First one was lying on my left side, I was too exhausted for anything else. Second 2 were kneeling leaning over something - #2 was my water birth so I was leaning over the the tub, #3 was an home birth (no midwife, she didn't believe me when I told her things were picking up) and I ended up kneeling in front of the toilet holding on to the bathtub and my husband caught the baby from behind. Kneeling was great, less than 10 minutes pushing with #2 and about 15 minutes with #3.


----------



## marcie13 (Apr 9, 2011)

I was in our bed, on my hands and knees. I'd tried to labor in the pool we rented, but I was the first to use this particular pool, and the circumference wasn't as large as their previous pools. I wasn't able to stretch my legs out entirely straight, which was what I needed to do, so I left the pool and went to our bedroom. (Of course, I had an old fitted sheet on top of a couple of shower curtains on top of another fitted sheet on the bed.) With the incredible help of our CNM, doula, my husband and 2 best friends, our little guy arrived right where he was made! It was a hugely empowering and incredible experience.


----------



## JudiAU (Jun 29, 2008)

1: On my back with an epidural

2: unplanned, unassisted on the toilet at home, any other place intolerable (really rough 2 hour labor, posterior baby, broken water)

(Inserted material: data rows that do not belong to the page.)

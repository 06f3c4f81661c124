import type { RequestHandler } from 'express';
import { ApiError } from '../http/error-handler.js';
import { signedInUser } from './authenticate.js';
import { checkCsrf } from './csrf.js';

/** What anyone but the site operator hears about the outbox: it does not exist. */
export function outboxHidden(): ApiError {
  return new ApiError(404, 'not_found', 'There is no outbox: mail goes to a real provider, or you are not the site operator.');
}

/** Routes only the site operator may call (see site-operator.ts): 401 for nobody, 404 for everyone else. */
export const requireOperator: RequestHandler = (req, _res, next) => {
  const user = signedInUser(req);
  if (!user.siteOperator) throw outboxHidden();
  checkCsrf(req);
  next();
};
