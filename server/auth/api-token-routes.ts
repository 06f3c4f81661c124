import { Router } from 'express';
import { createTokenRoute, listTokensRoute, revokeTokenRoute } from '../../shared/api/account.js';
import { writeAudit } from '../audit/audit-log.js';
import type { Db } from '../db/client.js';
import { ApiError } from '../http/error-handler.js';
import { mountRoute } from '../http/mount-route.js';
import { activeApiTokens, insertApiToken, revokeApiToken } from './api-token-repository.js';
import { signedInUser } from './authenticate.js';
import { apiTokenPrefix, hashOpaqueToken, newOpaqueToken } from './opaque-token.js';

/** Personal API tokens of the signed-in user; the secret is returned once, at creation. */
export function apiTokenRoutes(db: Db): Router {
  const router = Router();

  mountRoute(router, listTokensRoute, async (_input, req) => {
    const rows = await activeApiTokens(db, signedInUser(req).id);
    return rows.map((t) => ({ id: t.id, name: t.name, createdAt: t.createdAt, lastUsedAt: t.lastUsedAt }));
  });

  mountRoute(router, createTokenRoute, async ({ body }, req) => {
    const user = signedInUser(req);
    const token = newOpaqueToken(apiTokenPrefix);
    const row = await db.transaction(async (tx) => {
      const created = await insertApiToken(tx, user.id, body.name, hashOpaqueToken(token));
      await writeAudit(tx, { groupId: null, actorId: user.id, accountId: user.id, action: 'api_token.created', subject: body.name });
      return created;
    });
    return { id: row.id, name: row.name, token, createdAt: row.createdAt };
  });

  mountRoute(router, revokeTokenRoute, async ({ params }, req) => {
    const user = signedInUser(req);
    await db.transaction(async (tx) => {
      const row = await revokeApiToken(tx, user.id, params.id);
      if (!row) throw new ApiError(404, 'not_found', 'You have no active API token with this id.');
      await writeAudit(tx, { groupId: null, actorId: user.id, accountId: user.id, action: 'api_token.revoked', subject: row.name });
    });
  });

  return router;
}
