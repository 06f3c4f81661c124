import { timingSafeEqual } from 'node:crypto';
import type { Request } from 'express';
import { ApiError } from '../http/error-handler.js';
import { csrfCookie } from './session-cookies.js';

const safeMethods = new Set(['GET', 'HEAD', 'OPTIONS']);

function same(a: string, b: string): boolean {
  const x = Buffer.from(a);
  const y = Buffer.from(b);
  return x.length === y.length && timingSafeEqual(x, y);
}

/**
 * Double-submit check: a cookie-authenticated unsafe request must repeat the pw_csrf
 * cookie in X-CSRF-Token. Another site can make the browser send the cookie but cannot
 * read it. Bearer-token requests carry no ambient credential and skip the check.
 */
export function checkCsrf(req: Request): void {
  if (safeMethods.has(req.method) || req.auth?.via !== 'cookie') return;
  const cookie = (req.cookies as Record<string, string | undefined>)[csrfCookie];
  const header = req.get('x-csrf-token');
  if (!cookie || !header || !same(cookie, header)) {
    throw new ApiError(403, 'csrf_failed', 'The X-CSRF-Token header is missing or does not match the pw_csrf cookie.');
  }
}
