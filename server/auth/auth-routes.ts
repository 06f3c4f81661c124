import { Router } from 'express';
import { z } from 'zod';
import type { Db } from '../db/client.js';
import { validate } from '../http/validate.js';
import type { AuthService } from './auth-service.js';
import { signedInUser } from './authenticate.js';
import { checkCsrf } from './csrf.js';
import { emailField } from './email-field.js';
import { newPasswordSchema } from './password.js';
import { SessionService } from './session-service.js';
import { clearSessionCookies, csrfCookie, setCsrfCookie } from './session-cookies.js';
import { accountAndIpLimiters, attemptLimiter, type AttemptLimit, type AttemptLimits } from './sign-in-limit.js';

export const signInBody = z.object({ email: emailField, password: z.string().min(1).max(1000) });
export const resetBody = z.object({ email: emailField });
export const confirmBody = z.object({ token: z.string().min(1).max(200), password: newPasswordSchema });

export interface AuthRouteDeps {
  db: Db;
  auth: AuthService;
  jwtSecret: string;
  secureCookies: boolean;
  signInLimits: AttemptLimits;
  resetRequestLimits: AttemptLimits;
  linkLimit: AttemptLimit;
  log: (msg: string, err: unknown) => void;
}

export function authRoutes(d: AuthRouteDeps): Router {
  const router = Router();
  const sessions = new SessionService(d.db, { jwtSecret: d.jwtSecret, secureCookies: d.secureCookies });

  // Failed sign-ins only are counted, per account and per IP apart.
  router.post('/sign-in', ...accountAndIpLimiters(d.signInLimits, 'failed sign-in', true), validate({ body: signInBody }), async (req, res) => {
    const { email, password } = req.valid.body as z.infer<typeof signInBody>;
    const user = await d.auth.signIn(email, password, req.ip);
    const csrf = await sessions.open(req, res, user.id);
    res.json(await sessions.describe(user, csrf));
  });

  router.post('/sign-out', async (req, res) => {
    checkCsrf(req);
    if (req.auth?.via === 'cookie') await d.auth.signOut(req.auth.user.id, req.auth.sessionId!, req.ip);
    clearSessionCookies(res, d.secureCookies);
    res.status(204).end();
  });

  router.get('/session', async (req, res) => {
    const user = signedInUser(req);
    let csrf = '';
    if (req.auth?.via === 'cookie') {
      csrf = req.auth.csrfToken!;
      // A lost or stale pw_csrf cookie would make every later POST fail: set it again.
      if ((req.cookies as Record<string, string | undefined>)[csrfCookie] !== csrf) setCsrfCookie(res, csrf, d.secureCookies);
    }
    res.json(await sessions.describe(user, csrf));
  });

  // Answers first, then looks the e-mail up and mails: known and unknown e-mails take the same time.
  router.post('/password-reset', ...accountAndIpLimiters(d.resetRequestLimits, 'password-reset', false), validate({ body: resetBody }), (req, res) => {
    const { email } = req.valid.body as z.infer<typeof resetBody>;
    res.status(202).json({ message: 'If an account has this e-mail, a reset link is on its way.' });
    d.auth.requestPasswordReset(email, req.ip).catch((err: unknown) => d.log(`[poleward] password reset for ${email} failed:`, err));
  });

  router.post(
    '/password-reset/confirm',
    attemptLimiter({ limit: d.linkLimit, what: 'password-reset link', per: 'ip', failuresOnly: true }),
    validate({ body: confirmBody }),
    async (req, res) => {
      const { token, password } = req.valid.body as z.infer<typeof confirmBody>;
      await d.auth.confirmPasswordReset(token, password);
      res.status(204).end();
    },
  );

  return router;
}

3: planned home birth with midwife, on the toilet at home, any other place totally intolerable, spent about 5 minutes in birthing tub (really rough 2 hour labor, posterior baby, broken water)


----------



## philomom (Sep 12, 2004)

!) supported squat , 15 minutes pushing and it seemed to last forever even though we timed it

2) standing up, three pushes total ... the first to crown him, the second for his enormous shoulders and the third for the rest of his body ... gravity really does help

Both in the hospital with my much loved CNM catching. No Iv, no drugs and no cuts.


----------



## Triniity (Jul 15, 2007)

First with epidural (could not move my legs) on semi reclined on my back,

second and third on my side with someone holding my upper leg up.  I am like turtle on her back giving birth, cannot.move.at.all. I would have loved to try a birth stool or to get on all fours, I really don't know how you ladies do this ...


----------



## amberskyfire (Sep 15, 2007)

I have unassisted births, so I get to do whatever I want to. Both were born kneeling on hands and knees on the floor.


----------



## winterv (Oct 12, 2009)

1. On back in birthing center with 2 hours directed pushing (did turn to all fours briefly, MW and doula said it would help baby navigate past my pubic bone). I was way too tired to be in any other position--I was wiped!

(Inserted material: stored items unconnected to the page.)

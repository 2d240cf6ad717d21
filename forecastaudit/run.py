"""The execution seam: run one function over many items, inline or in worker processes.

Everything else in the package that runs many independent pieces of work (one estimator on
one series, one origin of a rolling holdout, one series of a panel) hands a plain function
and a list of items to a :class:`Backend` and gets back one :class:`Outcome` per item. An
outcome is always there, whatever happened to the item: it finished (``"ok"``), raised
(``"failed"``), ran past its time limit (``"timed-out"``) or took its worker process down with
it (``"crashed"``). One bad item never stops the others.

Three backends are provided:

* :class:`InlineBackend` runs the items one at a time in this process. It is the default,
  the easiest to debug, and it cannot stop a function that hangs.
* :class:`ProcessBackend` keeps a few local worker processes alive for its whole lifetime
  and sends each of them one item at a time. It enforces per-item time limits by stopping
  the worker and starting a fresh one, and it survives workers that die.
* :class:`DaskBackend` sends the items to the workers of a Dask distributed cluster (a
  ``LocalCluster`` or a cluster of many machines), one item per worker thread at a time.
  It enforces time limits by restarting the worker that runs an item past its limit, and
  reports an item whose workers died as ``"crashed"``.

Both limit the BLAS and OpenMP thread pools to one thread while a function runs, so that
several workers do not oversubscribe the cores and so that results do not depend on how
many threads a linear-algebra library happened to use.

This module imports nothing heavy: ``tqdm`` and ``threadpoolctl`` are imported only when
they are needed, and it imports nothing from the package except :mod:`forecastaudit.errors`.
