def test_every_plot_draws_a_key_in_its_one_style(
    report: fa.AuditResult, monkeypatch: pytest.MonkeyPatch
) -> None:
    styles = plots.report_styles(report)
    assert list(styles) == ["reference", "statsmodels-sarimax", "statsforecast"]
    # The grid lists its points in another order than the parameter plot lists its rows.
    grid = report.likelihood_grid
    assert grid is not None and set(grid["points"]) == {"reference", "statsforecast"}
    turned = dataclasses.replace(
        report, likelihood_grid={**grid, "points": dict(reversed(grid["points"].items()))}
    )
    in_parameters = _drawn_styles(monkeypatch, lambda: plots.parameter_plot(turned))
    in_grid = _drawn_styles(monkeypatch, lambda: plots.likelihood_grid_plot(turned))
    in_forecasts = _drawn_styles(monkeypatch, lambda: plots.forecast_plot(turned))
    expected = {k: (v["color"], v["marker"]) for k, v in styles.items()}
    assert in_parameters == expected
    assert in_grid == {k: expected[k] for k in ("reference", "statsforecast")}
    assert in_grid["statsforecast"] == in_parameters["statsforecast"] == ("#b5541b", "s")
    assert in_grid["reference"] == in_parameters["reference"] == ("#1d2733", "*")
    assert {k: in_forecasts[k] for k in ("statsmodels-sarimax", "statsforecast")} == {
        k: expected[k] for k in ("statsmodels-sarimax", "statsforecast")
    }
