def findings_table(report: AuditResult, severities: Iterable[str] = ("fail", "warn")) -> str:
    """The findings of the given severities as an aligned plain-text table."""
    wanted = set(severities)
    rows = [f for f in report.findings if f.severity in wanted]
    if not rows:
        return "(no findings)"
    width_kind = max(len(f.kind) for f in rows)
    width_est = max(len(f.estimator or "-") for f in rows)
    lines = [f"{'severity':8}  {'kind':{width_kind}}  {'estimator':{width_est}}  message"]
    for f in rows:
        lines.append(
            f"{f.severity:8}  {f.kind:{width_kind}}  {f.estimator or '-':{width_est}}  {f.message}"
        )
    return "\n".join(lines)


def assert_audit_passes(report: AuditResult) -> None:
    """Fail unless the audit's verdict is pass; the message lists fail and warn findings."""
    if not report.passed:
        raise AssertionError(
            f"Audit of {report.spec} on '{report.series.name}' failed:\n" + findings_table(report)
        )


def _close(actual: float, expected: float, rtol: float, atol: float) -> bool:
    return bool(np.isclose(actual, expected, rtol=rtol, atol=atol, equal_nan=False))


def assert_parameters_close(
    report: AuditResult,
    expected: Mapping[str, float],
    *,
    rtol: float = 1e-7,
    atol: float = 0.0,
    estimators: Iterable[str] | None = None,
) -> None:
    """Every listed estimator's canonical parameters are close to ``expected``.

    Parameters
    ----------
    expected : mapping
        Canonical names (``ma_lag1``, ``sigma2`` ...) to values.
    estimators : iterable of str, optional
        Estimator keys; default the reference optimum only.
    """
    keys = list(estimators) if estimators is not None else ["reference"]
    problems = []
    for key in keys:
        e = report.estimates.get(key)
        if e is None or not e.ok:
            problems.append(f"{key}: no estimate ({e.status if e else 'not run'})")
            continue
        for name, value in expected.items():
            if name not in e.params:
                problems.append(f"{key}: no parameter {name!r}")
            elif not _close(e.params[name], value, rtol, atol):
                problems.append(f"{key}: {name} = {e.params[name]:.6g}, expected {value:.6g}")
    if problems:
        raise AssertionError(
            f"Parameters not within rtol={rtol:g}, atol={atol:g}:\n" + "\n".join(problems)
        )


def assert_estimators_agree(
    report: AuditResult,
    estimators: Iterable[str] | None = None,
    *,
    rtol: float = 0.0,
    atol: float = 1e-3,
) -> None:
    """The listed estimators' canonical parameters agree pairwise (default: all that fitted)."""
    table = report.parameters.drop(columns=["reference_se"], errors="ignore")
    keys = (
        list(estimators)
        if estimators is not None
        else [k for k, e in report.estimates.items() if e.ok]
    )
    missing = [k for k in keys if k not in table or not report.estimates[k].ok]
    if missing:
        raise AssertionError(f"No estimate from {', '.join(missing)}.")
    problems = []
    first = keys[0]
    for key in keys[1:]:
        for name in table.index:
            a, b = float(table.at[name, key]), float(table.at[name, first])
            if not _close(a, b, rtol, atol):
                problems.append(f"{name}: {key} {a:.6g} vs {first} {b:.6g}")
    if problems:
        raise AssertionError(
            f"Estimators disagree beyond rtol={rtol:g}, atol={atol:g}:\n" + "\n".join(problems)
        )


def assert_no_drift(
    old: dict[str, Any] | str | os.PathLike[str],
    new: dict[str, Any] | str | os.PathLike[str] | AuditResult,
    tolerances: Tolerances | None = None,
) -> RecordChanges:
    """Fail when ``new`` drifted from ``old`` beyond tolerance; return the drift otherwise."""
    if isinstance(new, AuditResult):
        new = new.to_dict()
    drift = compare_records(old, new, tolerances)
    if not drift.passed:
        raise AssertionError(str(drift))
    return drift


# ---------------------------------------------------------------------------- conformance
#
# A conformance suite for estimator adapters, in the spirit of scikit-learn's
# ``check_estimator``: one call that an adapter author (built-in or third-party) runs to learn
# whether the adapter keeps the protocol the rest of the audit relies on.

#: Relative tolerance between the log-likelihood an adapter reports and its own likelihood
#: evaluated again at the reported parameters: the same function at the same point, so only
#: rounding separates them.
OWN_LOGLIKE_RTOL = 1e-6

#: Tolerance between parameters fitted inline and in a worker process: the same computation
#: on the same numbers, so only a change of thread count could separate them.
WORKER_PARAMS_TOL = 1e-8

#: Seconds the worker-process check allows for starting workers and fitting both series.
WORKER_TIME_LIMIT = 300.0

#: Forecast steps and interval levels (percent) asked of adapters that forecast.
CHECK_STEPS = 12
CHECK_LEVELS = (80.0, 95.0)

CheckStatus = Literal["passed", "failed", "expected-failure", "not-applicable"]


class NotApplicable(Exception):  # noqa: N818 - a verdict, not an error
    """Raised by a check that does not apply to the adapter (the reason is its message)."""


@dataclass(frozen=True)
class AdapterCheckResult:
    """The outcome of one conformance check of one adapter.

    Attributes
    ----------
    name : str
        The check's name (its function name, e.g. ``"check_fit_seasonal"``).
    status : {"passed", "failed", "expected-failure", "not-applicable"}
        ``expected-failure``: listed in ``expected_failures``, so not run; ``not-applicable``:
        the adapter's declared capabilities leave nothing to check.
    message : str
        What failed, the reason the failure is expected, or why the check does not apply.
    """

    name: str
    status: CheckStatus
    message: str = ""

    def __str__(self) -> str:
        return f"{self.name}: {self.status}" + (f" ({self.message})" if self.message else "")


@dataclass(frozen=True)
class _Case:
    """One seeded series and the spec fitted to it."""

    label: str
    y: np.ndarray
    spec: ModelSpec


def _ar1_series() -> np.ndarray:
    """Seeded stationary AR(1) with mean 10: y_t - 10 = 0.5 (y_{t-1} - 10) + e_t, n = 120."""
    rng = np.random.default_rng(20240901)
    e = rng.standard_normal(120)
    x = np.empty(120)
    x[0] = e[0] / np.sqrt(1.0 - 0.5**2)  # drawn from the stationary distribution
    for t in range(1, 120):
        x[t] = 0.5 * x[t - 1] + e[t]
    return 10.0 + x


def _seasonal_series() -> np.ndarray:
    """Seeded ARIMA(0,1,1)x(0,1,1)12, ma_lag1 = -0.4, sma_lag12 = -0.6, sigma2 = 1, n = 96."""
    rng = np.random.default_rng(20240902)
    n, m = 96, 12
    e = rng.standard_normal(n + m + 1)
    # w_t = (1 + ma1 B)(1 + sma B^12) e_t in the canonical (plus) sign convention.
    w = e[m + 1 :] - 0.4 * e[m:-1] - 0.6 * e[1:-m] + 0.24 * e[: -m - 1]
    y = np.zeros(n)
    for t in range(n):
        # Undo (1 - B)(1 - B^12): y_t = w_t + y_{t-1} + y_{t-12} - y_{t-13}.
        y[t] = w[t] + (y[t - 1] if t >= 1 else 0.0)
        y[t] += (y[t - m] if t >= m else 0.0) - (y[t - m - 1] if t >= m + 1 else 0.0)
    return 100.0 + y


class AdapterUnderCheck:
    """An adapter and what the checks share: its seeded cases and its fits, made once.

    Parameters
    ----------
    adapter : EstimatorAdapter or type
        The adapter instance, or its class (instantiated without arguments, as a worker
        process does).
    backend : Backend, optional
        Worker processes for :func:`check_worker_fit` (default: two new local workers).
    """

    def __init__(self, adapter: Any, backend: Backend | None = None) -> None:
        self.cls: type = adapter if isinstance(adapter, type) else type(adapter)
        self.backend = backend
        self._given = None if isinstance(adapter, type) else adapter
        self._instance: Any = None
        self._fits: dict[str, Estimate] = {}
        self._arrays: dict[str, np.ndarray] = {}

    @property
    def adapter(self) -> Any:
        """The instance under check (the one given, or one made from the class)."""
        if self._given is not None:
            return self._given
        if self._instance is None:
            self._instance = self.cls()
        return self._instance

    @property
    def name(self) -> str:
        """The adapter's key, or its class name when it has none."""
        return str(getattr(self.cls, "key", self.cls.__name__))

    def cases(self) -> list[_Case]:
        """The two seeded fits every adapter must manage: an AR(1) and a seasonal model.

        The AR(1) carries a mean when the adapter declares one with no differencing.
        """
        caps = getattr(self.cls, "capabilities", None)
        mean = isinstance(caps, Capabilities) and 0 in caps.mean_differences
        return [
            _Case("AR(1) on 120 points", _ar1_series(), ModelSpec(order=(1, 0, 0), mean=mean)),
            _Case(
                "ARIMA(0,1,1)x(0,1,1)12 on 96 points",
                _seasonal_series(),
                ModelSpec(order=(0, 1, 1), seasonal=(0, 1, 1), period=12),
            ),
        ]

    def fit(self, case: _Case) -> Estimate:
        """The adapter's inline estimate of ``case`` (fitted once, on a private copy)."""
        if case.label not in self._fits:
            self._arrays[case.label] = case.y.copy()
            estimate = self.adapter.fit(FitRequest(self._arrays[case.label], case.spec))
            if not isinstance(estimate, Estimate):
                raise AssertionError(
                    f"fit() returned {type(estimate).__name__}, not an Estimate, for {case.label}."
                )
            self._fits[case.label] = estimate
        return self._fits[case.label]

    def given(self, case: _Case) -> np.ndarray:
        """The array handed to the adapter by :meth:`fit` for ``case``, as it is now."""
        self.fit(case)
        return self._arrays[case.label]

    def fitted(self, case: _Case) -> Estimate:
        """Like :meth:`fit`, but a check that needs an estimate fails when there is none."""
        estimate = self.fit(case)
        if not estimate.ok:
            raise AssertionError(
                f"{case.spec} ({case.label}) did not fit: status {estimate.status!r}, "
                f"{estimate.reason or 'no reason given'}"
            )
        return estimate


def _nonempty_text(value: Any) -> bool:
    return isinstance(value, str) and bool(value.strip())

2. At home standing. I conserved energy better during this labor. During active labor I stood up leaning over overstuffed chair in living room during every contraction, then sat in between to rest. Husband's hands putting pressure on my low back gave me relief. 3 involuntary pushes and she was out! MW did ask me in between last two pushing contractions to relax my legs a little because the baby's head was getting smushed by my thighs. I was standing straight up with a head between my legs and didn't even know it! Truly was a standing birth as that was the position checked in the MW's birth report. I recommend everyone ask for a copy of the birth record! It's my favorite piece of paper. More proud of it than my college degrees!

***A thought with regard to positions...my midwives seemed to have no problem getting on their hands and knees to catch my baby. After all the work a laboring mother does, doesn't being on the floor seem like no big deal for a Dr or MW?


----------



## nofrillsmamma (Oct 21, 2012)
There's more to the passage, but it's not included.